REGOLAMENTO EDILIZIO

Premesso che riteniamo necessario che il Comune di Cesano Boscone si doti di un Regolamento Edilizio al passo con i tempi, in cui il risparmio energetico e l’utilizzo di energie alternative rinnovabili, trovino applicazioni negli interventi edilizi per concorrere ad uno sviluppo ambientale sostenibile del nostro territorio.

Tanto è vero, che abbiamo chiesto di partecipare come Commissione Istituzionale agli incontri con la Commissione Territorio, per contribuire attivamente al dibattito sul Regolamento Edilizio.

Premesso questo, ricordiamo che abbiamo sempre ritenuto questa Giunta arrogante, presuntuosa e spocchiosa. Questo non per antipatia personale o per avversione politica, ma semplicemente per il modo in cui sistematicamente ignora le proposte della minoranza su argomenti che interessano tutti i cittadini.

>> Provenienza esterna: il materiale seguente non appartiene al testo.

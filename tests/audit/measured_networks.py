"""Small random networks with readings at vertices, storage and common errors, each beside its reference."""

import random
from dataclasses import dataclass, replace
from fractions import Fraction
from functools import cache

import numpy as np
import pandas as pd

from dec.audit.questions import balance, loops
from dec.audit.record import Audit
from dec.calculus.columns import Column
from dec.calculus.dataset import Dataset

from .dense_reference import Reference, Row, differences, flows
from .small_networks import Case, decimal, difference_case, flow_case, parts

ZERO = Fraction(0)


@dataclass
class Measured:
    """A network, the arguments of its audit, and what the definitions say of it.

    `read_at` lists the vertices with a reading of their own; `error` says what one unit of an error at a vertex adds to
    the readings, where that can be at all.
    """

    law: str
    case: Case
    net: Dataset
    arguments: dict[str, object]
    read_at: list[int]
    exact: Reference
    error: dict[int, Row]

    def audit(self, **more: object) -> Audit:
        return (balance if self.law == "balance" else loops)(self.net, "y", **{**self.arguments, **more})

    def reading_of(self, e: int) -> int:
        """Which reading is that of a coordinate."""
        return self.exact.at.index(e)

    @property
    def groups(self) -> list[int]:
        """The lowest vertex that each balances together with."""
        opened = self.case.chosen
        idle = [ends for e, ends in enumerate(self.case.ends) if e not in self.case.reading]
        return parts(self.case.n, [*((opened[0], v) for v in opened), *idle])


@cache
def measured(law: str, seed: int, shared: str = "") -> Measured:
    """One network; `shared` is the size of a common error: "", a number or a percentage."""
    return _flows(seed, shared) if law == "balance" else _differences(seed, shared)


def _flows(seed: int, shared: str) -> Measured:
    case, rng = flow_case(seed), random.Random(seed + 10_000)
    has_supply, has_storage = rng.random() < 0.7, rng.random() < 0.5
    n, opened = case.n, set(case.chosen)
    supply, supply_sd = _at_vertices(rng, n, 0.9)
    storage, storage_sd = _at_vertices(rng, n, 0.6)
    if not has_supply:
        supply, supply_sd = dict.fromkeys(range(n), ZERO), {}
    if not has_storage:
        storage, storage_sd = {}, {}
    opened |= set(range(n)) - set(supply)
    square = {v: supply_sd.get(v, ZERO) ** 2 + (storage_sd.get(v, ZERO) if v in storage else ZERO) ** 2 for v in supply}
    read_at = [v for v in range(n) if square.get(v)]
    label = parts(n, case.ends)
    for part in set(label):  # what no vertex exchanges must add up
        members = [v for v in range(n) if label[v] == part]
        if not set(members) & (opened | set(read_at)):
            left = sum((supply[v] - storage.get(v, ZERO) for v in members), ZERO)
            if has_supply:
                supply[members[0]] -= left
            else:
                storage[members[0]] = storage.get(members[0], ZERO) + left
    put_in = {v: supply[v] - storage.get(v, ZERO) for v in supply}
    edges, common, arguments = _shared(case, rng, shared)
    nodes = {"id": [f"v{v}" for v in range(n)]}
    arguments |= {"sd": "sd", "open": [f"v{v}" for v in case.chosen]}
    for name, values, sds, is_there in (
        ("supply", supply, supply_sd, has_supply), ("storage", storage, storage_sd, has_storage),
    ):  # fmt: skip
        nodes[name] = [decimal(values.get(v)) for v in range(n)]
        nodes[f"{name} sd"] = [decimal(sds.get(v)) for v in range(n)]
        if is_there:
            arguments |= {name: name, f"{name}_sd": f"{name} sd"}
    closed = [v for v in range(n) if v not in opened]
    exact_put_in = {v: x for v, x in put_in.items() if v not in read_at}
    start, basis, leak = flows(case.ends, closed, exact_put_in, read_at)
    case.chosen = sorted(opened)
    exact = _reference(case, start, basis, common, [(put_in[v], square[v]) for v in read_at])
    error = {v: [row[i] for i in exact.at] for v, row in leak.items() if row is not None}
    net = Dataset.from_frames(edges, pd.DataFrame(nodes))
    return Measured("balance", case, net, arguments, read_at, exact, error)


def _differences(seed: int, shared: str) -> Measured:
    case, rng = difference_case(seed), random.Random(seed + 20_000)
    height = {v: Fraction(rng.randint(-1000, 1000), 10) for v in range(case.n) if rng.random() < 0.5}
    sd = {v: Fraction(rng.choice(["0", "0.25", "0.5", "1"])) for v in height if rng.random() < 0.6}
    read_at = [v for v in height if sd.get(v)]
    fixed = {v: x for v, x in height.items() if not sd.get(v)}
    edges, common, arguments = _shared(case, rng, shared)
    nodes = {
        "id": [f"v{v}" for v in range(case.n)], "height": [decimal(height.get(v)) for v in range(case.n)],
        "height sd": [decimal(sd.get(v)) for v in range(case.n)],
    }  # fmt: skip
    arguments |= {"sd": "sd", "fixed": "height", "fixed_sd": "height sd"}
    start, basis, moved = differences(case.ends, case.n, fixed, read_at)
    case.chosen = sorted(fixed)
    case.numbers = fixed
    exact = _reference(case, start, basis, common, [(height[v], sd[v] ** 2) for v in read_at])
    error = {v: [row[i] for i in exact.at] for v, row in moved.items()}
    net = Dataset.from_frames(edges, pd.DataFrame(nodes))
    return Measured("loop", case, net, arguments, read_at, exact, error)


def _at_vertices(rng: random.Random, n: int, share: float) -> tuple[dict[int, Fraction], dict[int, Fraction]]:
    """Numbers at some vertices, some of them measured, some with an sd of 0."""
    given = {v: Fraction(rng.randint(-50, 50), 10) for v in range(n) if rng.random() < share}
    return given, {v: Fraction(rng.choice(["0", "0.25", "0.5", "1"])) for v in given if rng.random() < 0.4}


def _shared(case: Case, rng: random.Random, size: str) -> tuple[pd.DataFrame, dict[str, list[Fraction]], dict]:
    """The edge table, how far each common error moves each edge, and the arguments that say so."""
    crew = [rng.choice(["", "north", "south", "east"]) for _ in case.ends]
    frame = pd.DataFrame({
        "id": [f"e{e}" for e in range(len(case.ends))],
        "from": [f"v{a}" for a, _ in case.ends], "to": [f"v{b}" for _, b in case.ends],
        "y": [decimal(case.reading.get(e)) for e in range(len(case.ends))],
        "sd": [decimal(sd) for sd in case.sd], "crew": crew,
    })  # fmt: skip
    if not size:
        return frame, {}, {}
    share = Fraction(size.rstrip("%")) / 100 if size.endswith("%") else None
    moves = {
        name: [
            ZERO if crew[e] != name or e not in case.reading
            else Fraction(size) if share is None else share * case.reading[e]
            for e in range(len(case.ends))
        ]
        for name in ("north", "south", "east")
    }  # fmt: skip
    return frame, moves, {"common": "crew", "common_sd": size}


def _reference(
    case: Case, start: Row, basis: list[Row], common: dict[str, list[Fraction]], more: list[tuple[Fraction, Fraction]]
) -> Reference:
    seen, m = sorted(case.reading), len(case.ends)
    at = seen + list(range(m, m + len(more)))
    return Reference(
        start, basis, at, [*(case.reading[e] for e in seen), *(y for y, _ in more)],
        [*(case.sd[e] ** 2 for e in seen), *(square for _, square in more)],
        [[moves[e] for e in seen] + [ZERO] * len(more) for moves in common.values()],
    )  # fmt: skip


def rows_of_vertices(net: Measured) -> dict[int, int]:
    """The row of the vertex table that each vertex is told in."""
    n, group = net.case.n, net.groups
    if net.law == "loop":
        return {v: v for v in range(n)}
    joined = [g for g in sorted(set(group)) if group.count(g) > 1 and all(group[v] != g for v in net.case.chosen)]
    return {v: n + joined.index(group[v]) if group[v] in joined else v for v in range(n)}


def possible_errors(net: Measured, audit: Audit) -> dict[tuple[str, str], Row]:
    """By kind and id, what one unit of each error adds to the readings; only those that the readings can contradict."""
    exact, m, at = net.exact, len(net.case.ends), rows_of_vertices(net)
    names, found = audit.tables["vertices"]["id"].tolist(), {}
    for k, i in enumerate(exact.at):
        kind = "edge" if i < m else "supply" if net.law == "balance" else "potential"
        found[kind, f"e{i}" if i < m else f"v{net.read_at[i - m]}"] = exact.alone(k)
    found |= {("vertex", names[at[v]]): error for v, error in net.error.items()}
    return {name: error for name, error in found.items() if any(exact.seen(error))}


def well_checked(law: str, seed: int) -> Measured:
    """A network whose every edge is measured, one vertex open or held, with readings that the law admits."""
    rng = random.Random(seed + 40_000)
    n, m = 6, 13
    ends = [(v, rng.randrange(v)) for v in range(1, n)] + [(rng.randrange(n), rng.randrange(n)) for _ in range(m - n)]
    sd = [Fraction(rng.choice(["0.25", "0.5", "1"])) for _ in ends]
    free: dict[int, Fraction] = {}
    if law == "balance":
        start, basis, moved = flows(ends, list(range(1, n)), free, [])
        arguments: dict[str, object] = {"sd": "sd", "open": ["v0"]}
    else:
        start, basis, moved = differences(ends, n, {0: ZERO}, [])
        arguments = {"sd": "sd", "fixed": {"v0": 0}}
    z = [Fraction(rng.randint(-40, 40)) for _ in basis[0]]
    reading = {e: sum((a * b for a, b in zip(basis[e], z, strict=True)), start[e]) for e in range(len(ends))}
    case = Case(n, ends, reading, sd, [0], None if law == "balance" else {0: ZERO}, None)  # type: ignore[arg-type]
    frame, _, _ = _shared(case, rng, "")
    net = Dataset.from_frames(frame, pd.DataFrame({"id": [f"v{v}" for v in range(n)]}))
    exact = _reference(case, start, basis, {}, [])
    error = {v: [row[i] for i in exact.at] for v, row in moved.items() if row is not None}
    return Measured(law, case, net, arguments, [], exact, error)


def with_readings(net: Measured, reading: dict[int, float]) -> Measured:
    """The same network with other readings of its measured edges, in its table and in its reference."""
    cells = np.array([reading.get(e, np.nan) for e in range(len(net.case.ends))])
    columns = {**net.net.columns, 1: {**net.net.columns[1], "y": Column("y", cells)}}
    told = [Fraction(repr(float(reading[i]))) if i in reading else net.exact.reading[k]
            for k, i in enumerate(net.exact.at)]  # fmt: skip
    return replace(net, net=replace(net.net, columns=columns), exact=replace(net.exact, reading=told))


def nearly_right(net: Measured, rng: np.random.Generator, size: float = 0.2) -> dict[int, float]:
    """Readings of the measured edges near values that the law admits."""
    right = {e: net.exact.coordinate(e) for e in net.case.reading}
    return {e: float(value[0]) + rng.normal(0, size) for e, value in right.items() if value is not None}


def columns_of(audit: Audit, name: str, m: int) -> np.ndarray:
    """A column of the edges, then of the readings at vertices."""
    table = audit.tables
    more = table["at_vertices"][name] if "at_vertices" in table else table["edges"][name][:0]
    assert len(table["edges"]["id"]) == m
    return np.concatenate([table["edges"][name], more])


def with_repeats(net: Measured, seed: int) -> tuple[pd.DataFrame, Reference]:
    """A table of one to three readings of each measured edge, and the reference with one row a reading.

    Sensors are turned and scaled; one reading in ten is far out.
    """
    rng, exact, m = random.Random(seed + 30_000), net.exact, len(net.case.ends)
    rows, place, reading, variance, source = [], [], [], [], []
    for k, e in enumerate(exact.at):
        if e >= m:
            continue
        for _ in range(rng.randint(1, 3)):
            sign, factor = rng.choice(["", "1", "-1"]), rng.choice(["", "1", "0.5", "10"])
            scale = Fraction(sign or 1) * Fraction(factor or 1)
            off = Fraction(rng.randint(-200, 200), 100) + (30 if rng.random() < 0.1 else 0)
            raw, sd = decimal((exact.reading[k] + off) / scale), rng.choice(["0.25", "0.5", "1"])
            rows.append({"edge": f"e{e}", "mounted": sign, "factor": factor, "y": raw, "own": sd})
            place.append(e)
            reading.append(Fraction(raw) * scale)
            variance.append((Fraction(sd) * scale) ** 2)
            source.append(k)
    order = list(range(len(rows)))
    rng.shuffle(order)
    more = [k for k, i in enumerate(exact.at) if i >= m]
    own = [i for i in exact.at if i >= m]
    frame = pd.DataFrame([rows[i] for i in order], columns=["edge", "mounted", "factor", "y", "own"])
    return frame, Reference(
        exact.start, exact.basis, [*(place[i] for i in order), *own],
        [reading[i] for i in order] + [exact.reading[k] for k in more],
        [variance[i] for i in order] + [exact.variance[k] for k in more],
        [[moves[source[i]] for i in order] + [ZERO] * len(more) for moves in exact.common],
    )  # fmt: skip
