"""What an attacker found: numbers far apart, the same thing asked twice, arguments of another kind."""

from fractions import Fraction

import numpy as np
import pandas as pd
import pytest

from dec.audit.adjusted.laplacian import Laplacian
from dec.audit.given.presets import preset
from dec.audit.questions import balance, loops
from dec.calculus.dataset import Dataset
from dec.cli import main
from dec.demo.town import town
from dec.errors import AccuracyError, DecError, InputError
from dec.solvers import selected_inverse


def triangle() -> Dataset:
    rows = {"id": list("abcd"), "from": list("ABCA"), "to": list("BCAC"), "y": ["1.10", "2.20", "-3.27", "3.30"],
            "g": ["r", "r", "", ""]}  # fmt: skip
    return Dataset.from_frames(pd.DataFrame(rows))


@pytest.mark.parametrize("ratio", [1, 100, 10**4, 10**5])
def test_a_common_error_far_larger_than_the_readings_own_gives_the_exact_chi_square(ratio: int):
    """Two loops: misclosures 0.03 and 0 with covariance of a + b + c, and of a + b - d, by hand in fractions."""
    s2, c2 = Fraction(1, 100) ** 2, (Fraction(ratio) / 100) ** 2
    first, second, both = 3 * s2 + 4 * c2, 3 * s2 + 4 * c2, 2 * s2 + 4 * c2
    misclosure = Fraction(3, 100)
    exact = misclosure**2 * second / (first * second - both**2)
    found = loops(triangle(), "y", sd=0.01, common="g", common_sd=ratio * 0.01)
    assert found.chi_square == pytest.approx(float(exact), rel=1e-5)


def test_a_common_error_that_hides_the_others_is_refused_and_not_judged():
    with pytest.raises(AccuracyError, match="common error of group 'r'"):
        loops(triangle(), "y", sd=0.01, common="g", common_sd=1e7)


@pytest.mark.parametrize("law", [balance, loops])
def test_contradictions_whose_squares_overflow_are_refused_in_words(law):
    rows = {"from": ["S", "A", "A"], "to": ["A", "B", "B"], "y": ["1e99", "2", "-3"]}
    net = Dataset.from_frames(pd.DataFrame(rows))
    with pytest.raises(AccuracyError, match="contradict each other by up to"):
        law(net, "y", sd=1e-60, **({"open": ["S", "B"]} if law is balance else {"fixed": {"S": 0, "A": 0}}))


def test_an_entry_lost_to_underflow_leaves_figures_out_and_not_the_audit(monkeypatch):
    def lost(*_):
        message = "an entry that cancelled"
        raise InputError(message)

    rng = np.random.default_rng(0)
    tail, head, c = rng.integers(0, 20, 50), rng.integers(0, 20, 50), 10.0 ** rng.uniform(-2, 2, 50)
    true = Laplacian(tail, head, 20, c).shares()
    monkeypatch.setattr("dec.audit.adjusted.laplacian.resistances", lost)
    monkeypatch.setattr("dec.audit.adjusted.laplacian._MOST_AGAIN", 30)
    share, slack = Laplacian(tail, head, 20, c).shares()
    known = np.isfinite(share)
    assert 0 < known.sum() < 50
    assert share[known] == pytest.approx(true[0][known], rel=1e-9)
    assert slack[known] == pytest.approx(true[1][known], rel=1e-9, abs=1e-12)
    frame = pd.DataFrame({"from": tail, "to": head, "y": np.round(rng.normal(size=50), 3)})
    audit = loops(Dataset.from_frames(frame), "y", sd=0.1)
    assert np.isfinite(audit.edges["adjusted"]).all()
    assert selected_inverse.resistances is not lost


def test_a_graph_whose_factor_fills_is_solved_by_iteration_though_it_is_small():
    """Between 5,000 and 20,000 unknowns; wide weights, so that plain conjugate gradients do not do."""
    rng = np.random.default_rng(1)
    n, m = 9000, 27_000
    laplacian = Laplacian(rng.integers(0, n, m), rng.integers(0, n, m), n, 10.0 ** rng.uniform(-4, 4, m))
    assert not laplacian.gives_all
    missed = laplacian.gather @ rng.normal(size=m)
    change, _ = laplacian.change(missed)
    assert np.abs(laplacian.gather @ change + missed).max() < 1e-12 * np.abs(missed).max()


@pytest.mark.parametrize(
    ("words", "says"),
    [
        (["--sd", "0.01", "--if-scaled", "a=2", "--if-scaled", "a=3"], "names 'a' twice"),
        (["--preset", "levelling-12mm,mm_per_sqrt_km=1,mm_per_sqrt_km=9", "--length", "len", "--length-unit", "km",
          "--unit", "m"], "mm_per_sqrt_km twice"),
    ],
)  # fmt: skip
def test_the_same_thing_said_twice_is_refused(tmp_path, capsys, words, says):
    path = tmp_path / "t.csv"
    path.write_text("id,from,to,y,len\na,A,B,1.1,1\nb,B,A,-1.1,1\n", encoding="utf-8")
    assert main(["loops", str(path), "--value", "y", *words]) in (2, 3)
    assert says in capsys.readouterr().err


@pytest.mark.parametrize(
    "given",
    [
        {"sd": lambda _: 1}, {"sd": 0.1, "sidak": "no"}, {"sd": 0.1, "robust": float("nan")}, {"sd": 0.1, "unit": b"m"},
        {"sd": 0.1, "figures": ["auto"]}, {"sd": 0.1, "common": ["g"], "common_sd": 1}, {"sd": 0.1, "decimal": ";"},
        {"sd": 0.1, "unit": True}, {"value": ["y"]},
    ],
)  # fmt: skip
def test_arguments_of_another_kind_are_refused_by_name(given):
    with pytest.raises(InputError):
        loops(triangle(), **{"value": "y", **given})


@pytest.mark.parametrize(
    "asked",
    [
        {"scaled": ["a"]}, {"scaled": 0}, {"scaled": "a"}, {"turned": None}, {"turned": 0}, {"turned": {"a": 2}},
        {"left_out": True}, {"left_out": {"a": "1/3.6"}}, {"scaled": {"a": 10**5000}},
        {"scaled": {"a": Fraction(1, 10**5000)}},
    ],
)  # fmt: skip
def test_what_if_of_another_kind_is_refused(asked):
    audit = loops(triangle(), "y", sd=0.1)
    with pytest.raises(InputError):
        audit.what_if(**asked)


@pytest.mark.parametrize("given", [{"seed": -1}, {"factor": float("nan")}, {"factor": 0.0}, {"leak": float("inf")}])
def test_a_town_that_cannot_be_made_is_refused(given):
    with pytest.raises(DecError):
        town(200, factor_meters=1, leaks=1, **given)


def test_a_preset_of_another_kind_is_refused():
    for name in (3, None):
        with pytest.raises(InputError):
            preset(name)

Avevamo avuto modo già diverse volte in passato e principalmente in occasione della nascita della “Società Patrimoniale”, di verificare il modo sprezzante con cui si rapporta con la minoranza.

Questo atteggiamento deriva dal fatto che il centro-sinistra, ha in Consiglio Comunale, i numeri per votarsi le proprie delibere indipendentemente dal contributo della minoranza.

Tutto questo può essere legittimo, ma certamente non giova alla democrazia.

Inoltre quando la scarsa attenzione alle proposte degli avversari politici, scade nella totale mancanza di rispetto, allora è legittima la nostra indignazione.

Due commissioni, quella Territorio e quella Istituzionale hanno lavorato insieme e hanno avanzato delle proposte per rendere più adeguato a Cesano Boscone il Regolamento Edilizio redatto dalla Provincia.

Nell’ultimo incontro s’era concordato di lasciare invariata la prima parte dell’attuale Regolamento, integrandolo con le norme SULLE FONTI ENERGETICHE RINNOVABILI, per non perdere i finanziamenti della provincia e approvarlo all’unanimità.

Si era inoltre concordato di rivedere nell’arco di qualche mese, con più attenzione, alcuni articoli della prima parte che si prestavano a diverse interpretazioni.

Invece dopo qualche giorno, abbiamo ricevuto il Regolamento Edilizio così come c’era stato proposto della maggioranza, senza tener minimamente conto delle proposte suggerite dalla minoranza.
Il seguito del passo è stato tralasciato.